A team of highly skilled, dedicated and evidence focused healthcare scientists. We employ those with degrees and those without, we train our own and do our own research and development. Most of our work is on the living; their blood, urine, poop, saliva; samples supplied for investigation. Some of our tests take seconds and some take weeks. IT and technology is a big part of our day. Every sample comes from a patient and everything we do is driven toward providing a better service that helps make better and quicker decisions. We are a fascinating workforce; the diversity of pathology is incredible. We are comprised of 17 different disciplines looking at every aspect of the human (and animal) body, and whether it is working and doing what it is meant to do. The tests you have heard of; glucose, urine pregnancy tests, iron, biopsies, smear tests, Covid-19 PCRs…..and 1000s more that you haven’t.

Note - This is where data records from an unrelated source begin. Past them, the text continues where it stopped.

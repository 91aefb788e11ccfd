import { currentSite, plantTree } from '$lib/server/plant';
import { queuesOf } from '$lib/server/queues';
import type { PageServerLoad } from './$types';

export const load: PageServerLoad = async ({ locals }) => {
	const site = (await currentSite())!;
	const buildings = await plantTree(site.id);
	return {
		plant: {
			buildings: buildings.length,
			areas: buildings.reduce((n, b) => n + b.areas.length, 0)
		},
		// The first view comes with the page; the browser then refreshes it from GET /api/v1/queues.
		queues: await queuesOf(locals.user!)
	};
};
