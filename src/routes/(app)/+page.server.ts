import { currentSite, plantTree } from '$lib/server/plant';
import type { PageServerLoad } from './$types';

export const load: PageServerLoad = async ({ parent }) => {
	await parent();
	const site = (await currentSite())!;
	const buildings = await plantTree(site.id);
	return {
		plant: {
			buildings: buildings.length,
			areas: buildings.reduce((n, b) => n + b.areas.length, 0)
		},
		// Work orders, verifications and releases arrive with 5/10; nothing can wait yet.
		waiting: [] as { id: string; title: string }[]
	};
};
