import { error } from '@sveltejs/kit';
import { currentSite } from '$lib/server/plant';
import type { LayoutServerLoad } from './$types';

export const load: LayoutServerLoad = async () => {
	const site = await currentSite();
	if (!site) error(503, 'No site is set up yet: run the seed (npm run db:seed) or add a site.');
	return {
		site: { code: site.code, name: site.name, timeZone: site.timeZone },
		serverNow: new Date().toISOString()
	};
};
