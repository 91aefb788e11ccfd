import { error } from '@sveltejs/kit';
import { currentSite } from '$lib/server/plant';
import type { LayoutServerLoad } from './$types';

export const load: LayoutServerLoad = async ({ locals }) => {
	const site = await currentSite();
	if (!site) error(503, 'No site is set up yet: run the seed (npm run db:seed) or add a site.');
	const user = locals.user!; // the guard lets no anonymous request through to (app)
	return {
		site: { code: site.code, name: site.name, timeZone: site.timeZone },
		user: { name: user.name, username: user.username, roles: user.roles },
		serverNow: new Date().toISOString()
	};
};
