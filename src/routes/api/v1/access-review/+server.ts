import { json } from '@sveltejs/kit';
import { stringify } from 'csv-stringify/sync';
import {
	accessReview,
	changesCsvColumns,
	csvRows,
	parseApiQuery,
	rolesCsvColumns
} from '$lib/server/access-review';
import { apiError } from '$lib/server/api-errors';
import { recordEventNow } from '$lib/server/audit/now';
import { csvCell } from '$lib/server/audit/browse';
import { requireRole } from '$lib/server/auth/guard';
import type { RequestHandler } from './$types';

/**
 * The access review (8/10 item 6; AC5, AC3) for the periodic recertification: every account with
 * its roles (each since the audit event that granted it), last sign-in and flags, and the role
 * changes of the period. JSON by default (`table` keeps one part only); CSV with `format=csv`
 * and `table=roles|changes`. `from` and `to` are UTC dates (default: the last 90 days). Every
 * export is itself an audit event (access_review.export); a refused query records nothing.
 */
export const GET: RequestHandler = async (event) => {
	const user = await requireRole(event, 'administrator', 'quality', 'inspector');
	const query = parseApiQuery(event.url.searchParams);
	if (!query.ok) return apiError(400, query.message, query.field);
	const { period, format, table } = query;
	const report = await accessReview(period);
	await recordEventNow({
		actor: { kind: 'person', id: user.id, name: user.name, roles: user.roles },
		action: 'access_review.export',
		entityType: 'access_review',
		newValues: { format, table, from: period.from, to: period.to },
		clientAddress: event.getClientAddress()
	});
	const name = `countersign-access-${table ?? 'review'}-${period.from}-to-${period.to}.${format}`;
	const headers = {
		'content-disposition': `attachment; filename="${name}"`,
		'cache-control': 'no-store'
	};
	if (format === 'csv') {
		const columns = table === 'changes' ? changesCsvColumns : rolesCsvColumns;
		const rows = csvRows(report, table ?? 'roles').map((row) => row.map(csvCell));
		return new Response(stringify([[...columns], ...rows]), {
			headers: { ...headers, 'content-type': 'text/csv; charset=utf-8' }
		});
	}
	const body =
		table === 'roles'
			? { ...report, changes: undefined }
			: table === 'changes'
				? { ...report, accounts: undefined }
				: report;
	return json(body, { headers });
};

We have so many different entry points from national training programmes like the Scientist Training Programme, local trainee Biomedical Scientist trainee positions and all the support roles we require for pathology services to run; administration, stores, transport and reception support. There is a role for so many; not just the young generation I refer to earlier, but those looking for a change, a swerve in career or even a few shifts working as part of a team.

There is no denying, we need to grow more healthcare scientists. Our numbers are small, it takes time to gain experience and knowledge, and our workloads expand year on year. 1000s of students do Biomedical science degrees but not enough of these come to pathology for their career. If you are a student considering a career in pathology; consider attending the IBMS Student congress event https://congress.ibms.org/student-congress.html for talks on careers, CV writing, placements and meet the staff working in our services.

What did I do about it?

Well that Sunday morning cuppa sparked a group of us working in pathology to recognise our common goal – the desire to roar about pathology and express how much we value lab staff. We wanted that message to get out there; to students, to influencers, to anyone looking for a career change. And we wanted to do so with real-life examples of those who work in pathology to showcase the passion for their work.

On Wednesday 9th February at 8pm we will be showcasing our #IValueLabStaff videos of real pathology staff; wearing their real-life lab coat or at their desk, talking about what they love about their jobs. Join us for the #PathologyROAR and celebrate with us.